Task prompt - Copy each line in the data that includes the word "thead".

(Stored data entries)
============
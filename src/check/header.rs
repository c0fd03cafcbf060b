//! The scenario header, solver settings, stages and expectations.

use super::expr::Ty;
use super::Checker;
use crate::diagnostic::{nearest, Problem};
use crate::model::*;
use crate::numeric::truncation::MIN_TRUNCATED_MASS;
use crate::span::Span;
use crate::syntax::{self, EntryKind, StmtKind};
use crate::units::Dim;

pub(crate) struct Header {
    pub name: Option<String>,
    pub title: Option<String>,
    pub start_age: f64,
    pub end_age: f64,
    pub cadence: f64,
    pub solver: SolverSettings,
    /// The `report every` line, for diagnostics about the report's size.
    pub report_span: Option<Span>,
}

const SOLVER_KEYS: &[&str] = &[
    "rtol",
    "atol",
    "method",
    "max_step",
    "initial_step",
    "max_steps",
    "budget_tolerance",
];

/// Most report rows a run may ask for; more is almost surely a typo in the
/// cadence, and would allocate gigabytes.
pub const MAX_REPORT_ROWS: f64 = 1e7;

fn format_age(years: f64) -> String {
    format!("{} Ga", years / 1e9)
}
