/**
 * A report document on screen: the same cells the CSV and the PDF print (lib/reports/document.ts),
 * so the three agree. Server component.
 */
import type { ReportDoc } from "@/lib/reports/document";

export function ReportDocView({ doc }: { doc: ReportDoc }) {
  return (
    <div className="flex flex-col gap-4" data-testid={`report-${doc.kind}`}>
      {doc.sections.map((s) => (
        <section key={s.id} className="rounded-md border border-line bg-surface p-3" aria-label={s.title} data-section={s.id}>
          <h2 className="mb-2 font-semibold">{s.title}</h2>
          {s.lines?.map((l) => (
            <p key={l} className="mb-1 text-xs text-muted">
              {l}
            </p>
          ))}
          {s.chart && (
            <figure className="mb-2" aria-label={s.chart.title}>
              <figcaption className="text-xs text-muted">{s.chart.title}</figcaption>
              <svg width={chartWidth(s.chart)} height={s.chart.bars.length * 20} viewBox={`0 0 ${chartWidth(s.chart)} ${s.chart.bars.length * 20}`} role="img" className="max-w-full">
                {s.chart.bars.map((b, i) => {
                  const max = Math.max(1, ...s.chart!.bars.map((x) => Math.max(x.value, x.target ?? 0)));
                  const x0 = labelWidth(s.chart!);
                  return (
                    <g key={b.label} transform={`translate(0 ${i * 20})`}>
                      <text x="0" y="13" fontSize="11" fill="currentColor">
                        {b.label}
                      </text>
                      <rect x={x0} y="3" width={(250 * b.value) / max} height="12" fill="var(--rg-accent)" opacity="0.55" />
                      <rect x={x0} y="3" width="250" height="12" fill="none" stroke="var(--rg-line)" />
                      {b.target !== undefined && <line x1={x0 + (250 * b.target) / max} x2={x0 + (250 * b.target) / max} y1="0" y2="18" stroke="currentColor" strokeWidth="1.5" />}
                      <text x={x0 + 258} y="13" fontSize="11" fill="currentColor">
                        {b.value.toFixed(1)} {s.chart!.unit}
                      </text>
                    </g>
                  );
                })}
              </svg>
            </figure>
          )}
          {s.rows.length === 0 ? (
            <p className="text-sm text-muted">{s.empty ?? "None."}</p>
          ) : (
            <div className="overflow-x-auto">
              <table className="num w-full text-left text-sm">
                <thead className="text-xs text-muted">
                  <tr>
                    {s.columns.map((c) => (
                      <th key={c.label} className="border-b border-line px-2 py-1 font-medium">
                        {c.label}
                        {c.unit ? ` [${c.unit}]` : ""}
                      </th>
                    ))}
                  </tr>
                </thead>
                <tbody>
                  {s.rows.map((r, i) => (
                    <tr key={i} className="border-b border-line/60 align-top">
                      {r.map((cell, j) => (
                        <td key={j} className={`${unbroken(cell) ? "whitespace-nowrap" : "whitespace-pre-wrap"} px-2 py-1`}>
                          {cell}
                        </td>
                      ))}
                    </tr>
                  ))}
                </tbody>
              </table>
            </div>
          )}
        </section>
      ))}
    </div>
  );
}

/** Room for the bars' labels: about 6.5 px per character at 11 px, at least 70 px (the former fixed offset). */
function labelWidth(c: { bars: { label: string }[] }): number {
  return Math.max(70, Math.ceil(6.5 * Math.max(0, ...c.bars.map((b) => b.label.length))) + 10);
}

function chartWidth(c: { bars: { label: string }[] }): number {
  return labelWidth(c) + 330;
}

/** A short cell without spaces (a tag such as FIC-4203, a time, a figure) is kept on one line: a browser would break it at its hyphen. */
function unbroken(cell: string): boolean {
  return cell.length <= 24 && !/\s/.test(cell);
}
============
Task answer -
                <thead className="text-xs text-muted">
                </thead>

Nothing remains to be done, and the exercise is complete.